Quand un roi d’Arabie et un dirigeant juif américain croyaient à la paix entre Sionistes et Arabes

 

Texte repris du site Harissa

Je remercie M. Tubiana de m’autoriser à le mettre en ligne ici.

J’ai présenté ces documents que j’ai recherchés pour démontrer la vision que les leaders arabes et les leaders juifs avaient en 1919, et que depuis le début les forces étrangères ont tout fait pour capitaliser sur les petites différences de détails entre les peuples, dans leur intérêt. J’espère qu’à l’heure actuelle, le peuple juif et le peuple arabe cherchent une solution positive, la sagesse juive et arabe suivra les pas des deux grands visionaires arabe et juive et que les deux peuples pourront faire du Moyen Orient une zone florissante de la terre, où chaque personne trouvera sa dignité, sa sécurité et son confort culturel et économique.

Emile Tubiana
—————————

 

Délégation Hedjazienne, Paris 1.III.1919

Cher M. Frankfurter,
Je veux saisir cette occasion de mon premier contact avec les Sionistes américains pour vous dire ce que j’ai souvent pu dire au Dr Weizmann dans le passé.

Nous estimons que les Arabes et les Juifs sont des cousins de race, ont souffert d’oppressions semblables des mains de puissances plus fortes qu’eux et, par une heureuse coïncidence ont pu franchir ensemble la première étape de l’accomplissement de leurs idéaux nationaux.

Nous Arabes, particulièrement ceux qui sont instruits, regardons avec la plus profonde sympathie le mouvement sioniste. Notre délégation, ici à Pars, est dûment mise au courant des propositions soumises hier par l’organisation sioniste à la Conférence de la Paix, et nous les considérons comme modérées et appropriées.

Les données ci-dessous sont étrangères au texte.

/// The leakage term makes the model the exact expectation of a finite segment's periodogram,
/// plain or of recoloured first differences: E[P_k] = 2 dt sum_{|m| < L} (1 - |m|/L) C(m dt)
/// cos(2 pi k m / L), with, for differences, C_y(m) = 2 C(m) - C(m + 1) - C(m - 1) in place of
/// C and the result divided by 4 sin^2(pi k / L) (the double sum of the autocovariance, an
/// exact identity), with C the plain exponential or the filtered two-exponential
/// autocovariance written out here from its partial fractions (shared PHYSICS.md section 12).
#[test]
fn expected_periodogram_of_short_segments_equals_the_autocovariance_double_sum() {
    let fs = 100_000.0;
    let (fc, d): (f64, f64) = (950.0, 4.9e5);
    let dt = 1.0 / fs;
    let l = 256usize;
    let cases = [
        None,
        Some(DetectorFilter {
            f3db_hz: 3_000.0,
            alpha: 0.2,
        }),
    ];
    for (filter, differenced) in cases.iter().flat_map(|f| [(*f, false), (*f, true)]) {
        let model = SpectrumModel {
            sample_rate_hz: fs,
            aliasing: true,
            filter: filter.map_or(FilterSetting::None, FilterSetting::Fixed),
            hydro: None,
            exposure_s: None,
            noise_floor: false,
        };
        let p = model.decode(&[fc.ln(), d.ln()]);
        let acov = |m: i64| {
            let t = m.unsigned_abs() as f64 * dt;
            let lorentz = |f: f64| d / (2.0 * PI * f) * (-2.0 * PI * f * t).exp();
            match filter {
                None => lorentz(fc),
                Some(g) => {
                    let (f3, a2) = (g.f3db_hz, g.alpha * g.alpha);
                    a2 * lorentz(fc)
                        + (1.0 - a2) * f3 * f3 / (f3 * f3 - fc * fc) * (lorentz(fc) - lorentz(f3))
                }
            }
        };
        let seen = |m: i64| {
            if differenced {
                2.0 * acov(m) - acov(m + 1) - acov(m - 1)
            } else {
                acov(m)
            }
        };
        for k in [1usize, 3, 10, 40, 127] {
            let f = k as f64 * fs / l as f64;
            let mut direct = seen(0);
            for m in 1..l as i64 {
                let w = 1.0 - m as f64 / l as f64;
                direct += 2.0 * w * seen(m) * (2.0 * PI * (k as i64 * m) as f64 / l as f64).cos();
            }
            direct *= 2.0 * dt;
            if differenced {
                let half = (PI * k as f64 / l as f64).sin();
                direct /= 4.0 * half * half;
            }
            let segments = model::Segments {
                len: l,
                differenced_from_hz: if differenced { 0.0 } else { f64::INFINITY },
            };
            check_close(
                model.expected_periodogram(f, &p, Some(segments)),
                direct,
                1e-9,
            );
        }
    }
}

/// A noise-free periodogram: the exact aliased Lorentzian (Berg-Sorensen & Flyvbjerg, Rev. Sci.
/// Instrum. 75, 594 (2004)) plus `flicker_at_1_hz / f`, on segments long enough (2^22 samples)
/// that the finite-segment term is below 1e-5 of the spectrum.
fn exact_periodogram_with_flicker(fc: f64, d: f64, fs: f64, flicker_at_1_hz: f64) -> Periodogram {
    let segment_len = 1usize << 22;
    let df = fs / segment_len as f64;
    let psd = (0..=segment_len / 2)
        .map(|k| {
            let f = k as f64 * df;
            let drift = if k == 0 { 0.0 } else { flicker_at_1_hz / f };
            aliased_lorentzian_one_sided(f, fc, d, fs) + drift
        })
        .collect();
    Periodogram {
        sample_rate_hz: fs,
        segment_len,
        n_windows: 1,
        psd,
        first_differenced_bin: usize::MAX,
    }
}

#[test]
fn the_flicker_term_recovers_fc_d_and_the_drift_from_the_exact_spectrum() {
    // Expected spectrum = aliased Lorentzian + A / f, exactly; the fit with the 1/f term must
    // return fc, D and A to 1e-3 (the block means use 3-point quadrature and the continuous
    // mean of 1/f over each block, both far more accurate than that over blocks of >= 32 bins),
    // and without drift A must be zero to 1e-3 of the plateau at 10 Hz times 10 Hz.
    let (fc, d, fs) = (950.0, 4.9e5, 100_000.0);
    let plateau_at_10 = aliased_lorentzian_one_sided(10.0, fc, d, fs);
    for a in [10.0 * plateau_at_10, 0.0] {
        let pg = exact_periodogram_with_flicker(fc, d, fs, a);
        let options = SpectrumFitOptions {
            flicker: true,
            ..SpectrumFitOptions::new(ideal_model(fs))
        };
        let fit = fit_spectrum(&pg, &options, None).expect("fits");
        let term = fit.flicker.expect("the term is fitted");
        check_close(fit.corner_frequency_hz, fc, 1e-3);
        check_close(fit.diffusion, d, 1e-3);
        assert!(
            (term.density_at_1_hz - a).abs() < 1e-3 * 10.0 * plateau_at_10,
            "A {} against {a}",
            term.density_at_1_hz
        );
        assert!(term.density_at_1_hz_se > 0.0);
        assert_eq!(
            fit.theta.len(),
            2,
            "theta keeps the model's parameters only"
        );
        assert_eq!(fit.covariance.len(), 2);
        // The model seen by the findings includes the term.
        check_close(
            fit.model_psd_at(20.0),
            fit.thermal_psd_at(20.0) + term.density_at_1_hz / 20.0,
            1e-12,
        );
    }
}

/// Models that sum their alias images numerically with the drag of a 1 um polystyrene bead in
/// water at 25 C (f_nu and f_m from `drag::hydrodynamic_frequencies` with viscosity 0.89 mPa s,
/// water 997 kg/m^3 and polystyrene 1050 kg/m^3, values from memory; any positive scales would
/// do for this test), alone and with each term the image tables fold in: a fixed filter, a
/// camera's exposure, the white floor.
fn drag_models(fs: f64) -> Vec<SpectrumModel> {
    let h = crate::drag::hydrodynamic_frequencies(0.89e-3, 997.0, 1050.0, 0.5e-6);
    let hydro = Some(HydroTerms {
        f_nu_hz: h.f_nu_hz,
        f_m_hz: h.f_m_hz,
    });
    let drag = SpectrumModel {
        hydro,
        ..ideal_model(fs)
    };
    vec![
        drag,
        SpectrumModel {
            filter: FilterSetting::Fixed(DetectorFilter {
                f3db_hz: 7_000.0,
                alpha: 0.4,
            }),
            ..drag
        },
        SpectrumModel {
            exposure_s: Some(0.6 / fs),
            ..drag
        },
        SpectrumModel {
            noise_floor: true,
            ..drag
        },
        SpectrumModel {
            filter: FilterSetting::Fitted(DetectorFilter {
                f3db_hz: 7_000.0,
                alpha: 0.4,
            }),
            ..drag
        },
    ]
}

#[test]
fn tabled_image_sums_equal_the_image_sums_term_by_term() {
    // The fit and the covariance integral evaluate the drag model's image sum from tables built
    // once per frequency (`SpectrumModel::image_table`); the images are the ones the model
    // computes afresh otherwise, summed by the same code, so the two agree bit for bit over
    // the whole band (0 to f_Nyquist), for corner frequencies from far below to a quarter of
    // the sample rate (the covariance integral's central differences rely on it).
    let fs = 50_000.0;
    for model in drag_models(fs) {
        assert!(model.tables_images(), "{model:?}");
        for fc in [30.0, 950.0, 12_500.0] {
            let mut theta = model.initial_theta(fc, 0.6);
            if let Some(i) = model.noise_floor_index() {
                theta[i] = 1e-9f64.ln();
            }
            let p = model.decode(&theta);
            for i in 0..=256 {
                let f = fs / 2.0 * i as f64 / 256.0;
                let table = model.image_table(f).expect("tabled");
                assert_eq!(
                    model.signal_psd_tabled(&table, &p) + p.noise_floor,
                    model.psd_params(f, &p),
                    "{model:?} fc {fc} f {f}"
                );
            }
            // Block means with the finite-segment term, plain and differenced segments.
            let segments = Some(model::Segments {
                len: 4096,
                differenced_from_hz: 2_000.0,
            });
            for (lower, upper) in [(10.0, 40.0), (1_000.0, 3_000.0), (19_000.0, 20_000.0)] {
                let block = model.prepare_block(lower, upper, segments);
                assert_eq!(
                    model.prepared_block_mean(&block, &p, segments),
                    model.block_mean(lower, upper, &p, segments),
                    "{model:?} fc {fc} block {lower}-{upper}"
                );
            }
        }
    }
}

#[test]
fn only_models_that_sum_images_are_tabled() {
    // The closed form needs no table; a fitted filter is tabled without its gain, which the
    // sum applies per image with theta (`tabled_image_sums_equal_the_image_sums_term_by_term`
    // checks it bit for bit).
    let fs = 50_000.0;
    let drag = drag_models(fs)[0];
    assert!(ideal_model(fs).image_table(100.0).is_none());
    let fitted = SpectrumModel {
        filter: FilterSetting::Fitted(DetectorFilter {
            f3db_hz: 7_000.0,
            alpha: 0.4,
        }),
        ..drag
    };
    assert!(fitted.image_table(100.0).is_some());
    let fitted = SpectrumModel {
        hydro: None,
        ..fitted
    };
    assert!(fitted.image_table(100.0).is_none());
    assert!(
        SpectrumModel {
            aliasing: false,
            ..drag
        }
        .image_table(100.0)
        .is_none()
    );
    // An untabled model's prepared block mean is its block mean, bit for bit.
    let p = fitted.decode(&fitted.initial_theta(950.0, 0.6));
    let block = fitted.prepare_block(1_000.0, 3_000.0, None);
    assert_eq!(
        fitted.prepared_block_mean(&block, &p, None),
        fitted.block_mean(1_000.0, 3_000.0, &p, None)
    );
}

Nous ferons de notre mieux, pour autant que nous sommes concernés, pour aider à leur réception : nous souhaiterons aux Juifs une chaleureux bienvenue chez eux.

Nous avons et continuons à avoir les relations les plus étroites avec le chef de votre mouvement, le Dr Weizmann. Il a beaucoup contribué à notre cause, et j’espère que les Arabes seront bientôt en mesure de rendre aux Juifs le bien qu’ils nous ont fait. Nous travaillons ensemble pour un Proche-Orient réformé et amélioré, et nos deux mouvements se complètent mutuellement. Le mouvement juif est national et non impérialiste, et il y a de la place pour nous deux en Syrie. [La Syrie d’alors comprenait les territoires situés dans la région de Suez, en Israël, en Jordanie, au Liban et dans la Syrie actuelle].

J’estime, en effet, que l’un ne peut vraiment réussir sans l’autre.

Les gens moins informés et moins responsables que nos dirigeants et les vôtres, ignorant la nécessité d’une coopération entre Arabes et Sionistes, avaient essayé d’exploiter les difficultés locales qui doivent nécessairement surgir en Palestine dans les premiers pas de nos mouvements respectifs. Je crains que certains d’entre eux aient mal présenté vos objectifs aux peuples arabes et nos objectifs au peuple juif, avec pour résultat que les parties intéressées ont pu capitaliser sur ce qu’ils appellent nos différences.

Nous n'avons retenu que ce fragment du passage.